The Role of Addition of Diclofenac Sodium to Imipramine in Treating Children with Nocturnal Enuresis
Iraqi Postgraduate Medical Journal,
2010, Volume 9, Issue 1, Pages 16-20
Nocturnal enuresis presents a common medical problem all over the world, over many years various therapeutic options have been tried; none was proved to be superior, because the defect occurs at many levels in the urinary tract and its neuronal control. Nowadays prostaglandins have been proved to play a role at renal, bladder, urethral and sympathetic control of urinary system.
We evaluated the role of diclofenac sodium when added to the conventional imipramine therapy in treating patients with primary nocturnal enuresis.
PATIENTS AND METHOD:
70 children complaining of nocturnal enuresis were enrolled in this study, half of them were given imipramine alone and the other half were given a combination of imipramine and diclofenac sodium at night before retiring to bed, and the number of wet nights per week was recorded on a calendar sheet by the parents over 4 weeks, those who showed more than 50% reduction in the number of wet nights a week were regarded as responders, who were followed after cessation of treatment over another 6 weeks to look for relapse.
Of the patients treated with imipramine alone 57.14% (20/35) showed more than 50% decrease in the number of wet nights weekly compared to those treated by imipramine and diclofenac sodium who showed 84.84% (28/33) response rate (> 2.5 SE of difference between responding proportions).
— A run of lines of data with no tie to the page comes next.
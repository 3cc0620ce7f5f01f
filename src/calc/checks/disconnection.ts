// Disconnection: at the design earth fault current the device giving fault protection must open
// within the required time (IEC 60364-4-41 Table 41.1, 411.3.2): the overcurrent device by the
// slowest edge of its characteristic, or on a TT supply the RCD by its break time (411.5).
import type { Check } from '../types.js';
import { fmt } from '../../model/units.js';
import { notVerified, result } from './result.js';

export const disconnection: Check = ({ derived, fault, requiredBasis }) => {
  const id = 'disconnection';
  const required = derived.required_disconnect_s;
  if (!fault.known) return notVerified(id, `no design fault current: ${fault.why}`);
  if (!fault.device_known) return notVerified(id, `${fault.basis}; the device library has no characteristic for ${fault.opener}`);
  const numbers = { value: fault.time_s, limit: required, unit: 's' };
  if (fault.time_s === null) {
    return result(id, 'fail', `${fault.basis}: ${fault.opener} is not known to operate at this current (${fault.timeBasis}); required within ${fmt(required)} s (${requiredBasis})`, numbers);
  }
  const ok = fault.time_s <= required;
  return result(id, ok ? 'pass' : 'fail',
    `${fault.basis}: ${fault.opener} opens within ${fmt(fault.time_s)} s (${fault.timeBasis}) ${ok ? '≤' : '>'} ${fmt(required)} s required (${requiredBasis})`, numbers);
};
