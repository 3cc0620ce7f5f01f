// Continuity of protective conductors: measured R1+R2 against the R1+R2 the cable explains
// (derived r1r2_expected_ohm at 20 °C, the reference temperature of IEC 60228, taken as the test
// temperature: a test at 10 °C reads about 4 % lower, well inside the tolerance). Well above it —
// beyond the rule set's tolerance, 25 % + 0.05 Ω by default (common practice) — is `attention`:
// a poor joint or a longer route than recorded. Ze at the board (as the design takes it) + R1+R2 above
// the fault protection limit is a `fail`; the reading is taken cold, so it is first raised to the
// conductor's temperature in service by the resistance ratio R(θ)/R(20 °C) = 1 + α (θ − 20)
// (IEC 60287-1-1 α; θ the insulation's maximum operating temperature), never compared cold with
// the hot limit. No test temperature is read: a missing one could only
// loosen the query, and a missing reading must never move a verdict towards a pass.
import type { Check } from '../types.js';
import { fmt, toPlaces } from '../../model/units.js';
import { faultProtection } from '../fault-protection.js';
import { ALPHA20_PER_K, OPERATING_TEMP_C } from '../../reference/conductors.js';
import { numberOf, result, shown, toFiveFigures, unusable } from './result.js';

const id = 'continuity';
const round = (n: number) => toPlaces(n, 3);

export const continuity: Check = (ctx) => {
  const { readings, rules, board, supply } = ctx;
  const m = readings.r1r2_ohm;
  const missing = unusable(id, 'measured R1+R2', m);
  if (missing) return missing;
  const r = numberOf(m!);
  const date = m!.date;
  const measured = `measured R1+R2 ${shown(r, 'Ω')}`;
  const reading = { value: r.value, unit: 'ohm', date, over_range: r.kind === 'at-least' };

  // The loop: Ze at the board + R1+R2 against the fault protection limit.
  const fp = faultProtection(ctx);
  // the board's source impedance as the design takes it: a Zdb measured below Ze (a slip, or a
  // reading of the wrong board) does not lower the loop, which holds Ze whatever is measured
  const given = board.zdb_ohm ?? supply.ze_ohm;
  const source = ctx.design.source;
  const ze = source ? source.ohm : given;
  const zeWords = source && source.ohm !== given ? source.words : board.zdb_ohm !== undefined ? `Zdb ${fmt(board.zdb_ohm)} Ω at ${board.id}` : `Ze ${fmt(ze ?? 0)} Ω`;
  const theta = OPERATING_TEMP_C[ctx.circuit.insulation];
  const ratio = 1 + ALPHA20_PER_K[ctx.circuit.conductor] * (theta - 20);
  const hot = `R1+R2 × ${fmt(ratio)} (resistance ratio ${theta} °C / 20 °C, IEC 60287-1-1)`;
  if (ze !== undefined && fp.limit_ohm !== null) {
    const loop = ze + r.value * ratio;
    // ">N" is above N: at or beyond the limit it is a fail
    if (loop > fp.limit_ohm || (r.kind === 'at-least' && loop >= fp.limit_ohm)) {
      return result(id, 'fail', `${zeWords} + ${measured} × ${fmt(ratio)} (resistance ratio ${theta} °C / 20 °C, IEC 60287-1-1) = ${r.kind === 'at-least' ? '>' : ''}${fmt(loop)} Ω > ${fmt(fp.limit_ohm)} Ω${toFiveFigures(loop, '>', fp.limit_ohm, 'Ω')} (${fp.basis})`,
        { ...reading, limit: Math.max(0, round((fp.limit_ohm - ze) / ratio)) }); // Ze alone over the limit: no R1+R2 passes
    }
  }
  const expected = ctx.derived.r1r2_expected_ohm ?? null;
  if (expected === null) return result(id, 'not-verified', `${measured}: the R1+R2 expected of the cable is not known, so the reading cannot be judged`, reading);
  if (ze === undefined) return result(id, 'not-verified', `${measured}: no measured Ze (supply.ze_ohm) or Zdb for ${board.id}, so Ze + R1+R2 cannot be compared with the limit`, reading);
  if (fp.limit_ohm === null) return result(id, 'not-verified', `${measured}: no limit for Ze + R1+R2: ${fp.basis}`, reading);

  // The cable: the expected value with the tolerance.
  const bound = expected * (1 + rules.r1r2_tolerance_percent / 100) + rules.r1r2_tolerance_ohm;
  // the limit the reading is compared with comes first, so the inequality reads true as written
  const tolerance = `${fmt(bound)} Ω (expected ${fmt(expected)} Ω at 20 °C + ${rules.r1r2_tolerance_percent} % + ${rules.r1r2_tolerance_ohm} Ω; common practice)`;
  const loop = `${zeWords} + ${hot} = ${fmt(ze + r.value * ratio)} Ω ≤ ${fmt(fp.limit_ohm)} Ω (${fp.by === 'rcd' ? 'IEC 60364-4-41, 411.5.3' : 'max Zs for the required time'})`;
  const numbers = { ...reading, limit: round(bound) };
  if (r.value > bound || (r.kind === 'at-least' && r.value >= bound)) {
    return result(id, 'attention', `${measured} > ${tolerance}: more than the cable length explains (a poor joint or a longer route?); ${loop}`, numbers);
  }
  if (r.kind === 'at-least') return result(id, 'not-verified', `${measured} (over range) cannot show ≤ ${tolerance}`, numbers);
  return result(id, 'pass', `${measured} ≤ ${tolerance}; ${loop}`, numbers);
};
The relapse rate after stopping treatment was 60% (12/20) in the first group compared to 32.1% (9/28) which exactly two times the SE of difference between relapsing proportions.
The addition of diclofenac sodium to imipramine in treating patients with primary nocturnal enuresis might have caused a highly significant higher response rate and a fairly significant lower relapse rate after cessation of treatment.